Hukum Anak Hasil Perkawinan Campuran

Persoalan nan rentan dan sering timbul dalam perkawinan campuran ialah masalah kewarganegaraan anak. UU kewarganegaraan nan lama menganut prinsip kewarganegaraan tunggal, sehingga anak nan lahir dari perkawinan campuran hanya dapat memiliki satu kewarganegaraan, nan dalam UU tersebut ditentukan bahwa nan harus diikuti ialah kewarganegaraan ayahnya.

Pengaturan ini menimbulkan persoalan apabila di kemudian hari perkawinan orang tua pecah, tentu ibu akan kesulitan mendapat pengasuhan anaknya nan warga negara asing.

Indonesia menganut asas kewarganegaraan tunggal, dimana kewarganegaraan anak mengikuti ayah, sinkron pasal 13 ayat (1) UU No.62 Tahun 1958 :

“Anak nan belum berumur 18 tahun dan belum kawin nan mempunyai interaksi hukum kekeluargaan dengan ayahnya sebelum ayah itu memperoleh kewarga-negaraan Republik Indonesia, turut memperoleh kewarga-negaraan Republik Indonesia setelah ia bertempat tinggal dan berada di Indonesia. Keterangan tentang bertempat tinggal dan berada di Indonesia itu tak berlaku terhadap anak-anak nan sebab ayahnya memperoleh kewarga-negaraan Republik Indonesia menjadi tanpa kewarga-negaraan”

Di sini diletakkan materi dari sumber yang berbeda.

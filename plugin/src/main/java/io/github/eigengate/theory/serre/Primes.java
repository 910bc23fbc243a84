package io.github.eigengate.theory.serre;

/**
 * Validation of the residue characteristic p shared by the classes of this package.
 *
 * <p>The recipes of this package (Serre's k(ρ̄), the Buzzard–Diamond–Jarvis set W(ρ̄)) are implemented
 * for primes p ≥ 5 only. The upper bound keeps p² − 1, the order of F_{p²}^×, inside an {@code int}.
 */
final class Primes {

    /** Largest prime p with p² − 1 ≤ {@link Integer#MAX_VALUE}. */
    static final int MAX_PRIME = 46337;

    static final String SMALL_PRIME_MESSAGE =
            "p = 2 and p = 3 are not supported: the recipes used here assume p ≥ 5";

    private Primes() {
    }

    /**
     * Checks that p is a prime with 5 ≤ p ≤ {@value #MAX_PRIME}.
     *
     * @return p
     * @throws IllegalArgumentException if p = 2 or p = 3 (with the message {@link #SMALL_PRIME_MESSAGE}),
     *     if p is not prime, or if p is larger than {@value #MAX_PRIME}
     */
    static int requireSupported(int p) {
        if (p == 2 || p == 3) {
            throw new IllegalArgumentException(SMALL_PRIME_MESSAGE);
        }
        if (p < 2 || !isPrime(p)) {
            throw new IllegalArgumentException("p = " + p + " is not a prime");
        }
        if (p > MAX_PRIME) {
            throw new IllegalArgumentException(
                    "p = " + p + " is too large: p² − 1 must fit in an int (p ≤ " + MAX_PRIME + ")");
        }
        return p;
    }

    /** Trial division; exact for every int. */
    static boolean isPrime(int n) {
        if (n < 2) {
            return false;
        }
        if (n % 2 == 0) {
            return n == 2;
        }
        for (long d = 3; d * d <= n; d += 2) {
            if (n % d == 0) {
                return false;
            }
        }
        return true;
    }
}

Dalam ketentuan UU kewarganegaraan ini, anak nan lahir dari perkawinan campuran dapat menjadi warganegara Indonesia dan dapat menjadi warganegara asing :



1. Menjadi Warganegara Indonesia

Apabila anak tersebut lahir dari perkawinan antara seorang wanita warga negara asing dengan pria warganegara Indonesia (pasal 1 huruf b UU No.62 Tahun 1958), maka kewarganegaraan anak mengikuti ayahnya, kalaupun Ibu bisa memberikan kewarganegaraannya, si anak terpaksa harus kehilangan kewarganegaraan Indonesianya.

Bila suami meninggal global dan anak anak masih dibawah umur tak jelas apakah istri bisa menjadi wali bagi anak anak nya nan menjadi WNI di Indonesia. Bila suami (yang berstatus pegawai negeri)meningggal tak jelas apakah istri (WNA) bisa memperoleh pensiun suami.



2. Menjadi Warganegara Asing

Apabila anak tersebut lahir dari perkawinan antara seorang wanita warganegara Indonesia dengan warganegara asing. Anak tersebut sejak lahirnya dianggap sebagai warga negara asing sehingga harus dibuatkan Paspor di Kedutaan Besar Ayahnya, dan dibuatkan kartu Izin Tinggal Sementara (KITAS) nan harus terus diperpanjang dan biaya pengurusannya tak murah.

Dalam hal terjadi perceraian, akan sulit bagi ibu buat mengasuh anaknya, walaupun pada pasal 3 UU No.62 tahun 1958 dimungkinkan bagi seorang ibu WNI nan bercerai buat memohon kewarganegaraan Indonesia bagi anaknya nan masih di bawah umur dan berada dibawah pengasuhannya, namun dalam praktek hal ini sulit dilakukan.